• [Exercise aim] Copy the data precisely, keeping every character.

_ _ _ _

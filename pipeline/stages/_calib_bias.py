"""Bias level of each row from the serial overscan, smoothed along the scan.

In a TDI camera every row is read through the same serial register, and the
serial overscan columns read right after a row's image pixels measure that
row's bias level.  The level drifts slowly with time (temperature,
electronics), so a per-row robust level is smoothed along the scan axis to beat
down the read noise of the few overscan pixels per row (common practice).
"""

from __future__ import annotations

import warnings

import numpy as np
from scipy.signal import savgol_filter

__all__ = ["overscan_levels", "smooth_levels"]


def overscan_levels(
    overscan: np.ndarray, read_noise_adu: float | np.ndarray, n_sigma: float = 4.0
) -> np.ndarray:
    """Robust bias level of each row from its overscan pixels.

    Each row's level is the mean of the overscan pixels within ``n_sigma`` read
    noises of that row's median (a clipped mean: as robust as the median to a
    cosmic ray or a hot pixel in the overscan, but with the mean's precision and
    without its quantisation on integer data).

    Parameters
    ----------
    overscan : ndarray, shape (n_rows, n_overscan)
        Raw overscan pixels in ADU; axis 0 is the scan (time) axis.
    read_noise_adu : float or ndarray of shape (n_rows,)
        Read noise in ADU (RDNOISE / GAIN), per row or for all rows.
    n_sigma : float
        Clipping half-width in read noises.

    Returns
    -------
    ndarray of float64, shape (n_rows,)
        Bias level of each row in ADU; NaN for rows without a finite overscan
        pixel.
    """
    overscan = np.asarray(overscan, dtype=np.float64)
    if overscan.ndim != 2 or overscan.shape[1] < 1:
        raise ValueError(
            f"overscan must be a 2-D array (n_rows, n_overscan) with at least one "
            f"column; got shape {overscan.shape}. Check BIASSEC."
        )
    finite = np.isfinite(overscan)
    if finite.all():
        median = np.median(overscan, axis=1)
    else:
        with warnings.catch_warnings():
            # Rows without any finite overscan pixel give NaN, which is the
            # documented result; numpy's all-NaN warning adds nothing.
            warnings.simplefilter("ignore", RuntimeWarning)
            median = np.nanmedian(np.where(finite, overscan, np.nan), axis=1)
    half_width = n_sigma * np.broadcast_to(np.asarray(read_noise_adu, float), median.shape)
    keep = finite & (np.abs(overscan - median[:, None]) <= half_width[:, None])
    count = keep.sum(axis=1)
    total = np.where(keep, overscan, 0.0).sum(axis=1)
    with np.errstate(invalid="ignore", divide="ignore"):
        return np.where(count > 0, total / np.maximum(count, 1), np.nan)


def smooth_levels(levels: np.ndarray, window: int, polyorder: int = 2) -> np.ndarray:
    """Smooth per-row bias levels along the scan with a Savitzky-Golay filter.

    A local polynomial of degree ``polyorder`` over ``window`` rows follows a
    slow drift without lag and averages the read noise of the overscan down by
    about ``sqrt(window)`` (Savitzky & Golay 1964).  Rows with a NaN level are
    filled by linear interpolation before smoothing and stay filled, so that
    every row of a stretch gets a bias.

    Parameters
    ----------
    levels : ndarray, shape (n_rows,)
        Per-row bias levels in ADU along the scan.
    window : int
        Window length in rows; ``1`` returns the levels unsmoothed.  Shortened
        to the (odd) number of rows when the stretch is shorter.
    polyorder : int
        Degree of the local polynomial; must be below ``window``.

    Returns
    -------
    ndarray of float64, shape (n_rows,)
        Smoothed levels in ADU.
    """
    levels = np.asarray(levels, dtype=np.float64)
    good = np.isfinite(levels)
    if not good.any():
        raise ValueError(
            "No row of this stretch has a finite overscan level; check BIASSEC and the "
            "raw data (all overscan pixels are NaN or infinite)."
        )
    if not good.all():
        index = np.arange(levels.size)
        levels = np.interp(index, index[good], levels[good])
    window = min(int(window), levels.size)
    if window % 2 == 0:
        window -= 1
    if window <= polyorder:
        return levels
    return savgol_filter(levels, window, polyorder, mode="interp")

_ _ _ _

• [Written response]
filename pipeline/stages/_calib_bias.py
"""Bias level of each row from the serial overscan, smoothed along the scan.

In a TDI camera every row is read through the same serial register, and the
serial overscan columns read right after a row's image pixels measure that
row's bias level.  The level drifts slowly with time (temperature,
electronics), so a per-row robust level is smoothed along the scan axis to beat
down the read noise of the few overscan pixels per row (common practice).
"""

from __future__ import annotations

import warnings

import numpy as np
from scipy.signal import savgol_filter

__all__ = ["overscan_levels", "smooth_levels"]


def overscan_levels(
    overscan: np.ndarray, read_noise_adu: float | np.ndarray, n_sigma: float = 4.0
) -> np.ndarray:
    """Robust bias level of each row from its overscan pixels.

    Each row's level is the mean of the overscan pixels within ``n_sigma`` read
    noises of that row's median (a clipped mean: as robust as the median to a
    cosmic ray or a hot pixel in the overscan, but with the mean's precision and
    without its quantisation on integer data).

    Parameters
    ----------
    overscan : ndarray, shape (n_rows, n_overscan)
        Raw overscan pixels in ADU; axis 0 is the scan (time) axis.
    read_noise_adu : float or ndarray of shape (n_rows,)
        Read noise in ADU (RDNOISE / GAIN), per row or for all rows.
    n_sigma : float
        Clipping half-width in read noises.

    Returns
    -------
    ndarray of float64, shape (n_rows,)
        Bias level of each row in ADU; NaN for rows without a finite overscan
        pixel.
    """
    overscan = np.asarray(overscan, dtype=np.float64)
    if overscan.ndim != 2 or overscan.shape[1] < 1:
        raise ValueError(
            f"overscan must be a 2-D array (n_rows, n_overscan) with at least one "
            f"column; got shape {overscan.shape}. Check BIASSEC."
        )
    finite = np.isfinite(overscan)
    if finite.all():
        median = np.median(overscan, axis=1)
    else:
        with warnings.catch_warnings():
            # Rows without any finite overscan pixel give NaN, which is the
            # documented result; numpy's all-NaN warning adds nothing.
            warnings.simplefilter("ignore", RuntimeWarning)
            median = np.nanmedian(np.where(finite, overscan, np.nan), axis=1)
    half_width = n_sigma * np.broadcast_to(np.asarray(read_noise_adu, float), median.shape)
    keep = finite & (np.abs(overscan - median[:, None]) <= half_width[:, None])
    count = keep.sum(axis=1)
    total = np.where(keep, overscan, 0.0).sum(axis=1)
    with np.errstate(invalid="ignore", divide="ignore"):
        return np.where(count > 0, total / np.maximum(count, 1), np.nan)


def smooth_levels(levels: np.ndarray, window: int, polyorder: int = 2) -> np.ndarray:
    """Smooth per-row bias levels along the scan with a Savitzky-Golay filter.

    A local polynomial of degree ``polyorder`` over ``window`` rows follows a
    slow drift without lag and averages the read noise of the overscan down by
    about ``sqrt(window)`` (Savitzky & Golay 1964).  Rows with a NaN level are
    filled by linear interpolation before smoothing and stay filled, so that
    every row of a stretch gets a bias.

    Parameters
    ----------
    levels : ndarray, shape (n_rows,)
        Per-row bias levels in ADU along the scan.
    window : int
        Window length in rows; ``1`` returns the levels unsmoothed.  Shortened
        to the (odd) number of rows when the stretch is shorter.
    polyorder : int
        Degree of the local polynomial; must be below ``window``.

    Returns
    -------
    ndarray of float64, shape (n_rows,)
        Smoothed levels in ADU.
    """
    levels = np.asarray(levels, dtype=np.float64)
    good = np.isfinite(levels)
    if not good.any():
        raise ValueError(
            "No row of this stretch has a finite overscan level; check BIASSEC and the "
            "raw data (all overscan pixels are NaN or infinite)."
        )
    if not good.all():
        index = np.arange(levels.size)
        levels = np.interp(index, index[good], levels[good])
    window = min(int(window), levels.size)
    if window % 2 == 0:
        window -= 1
    if window <= polyorder:
        return levels
    return savgol_filter(levels, window, polyorder, mode="interp")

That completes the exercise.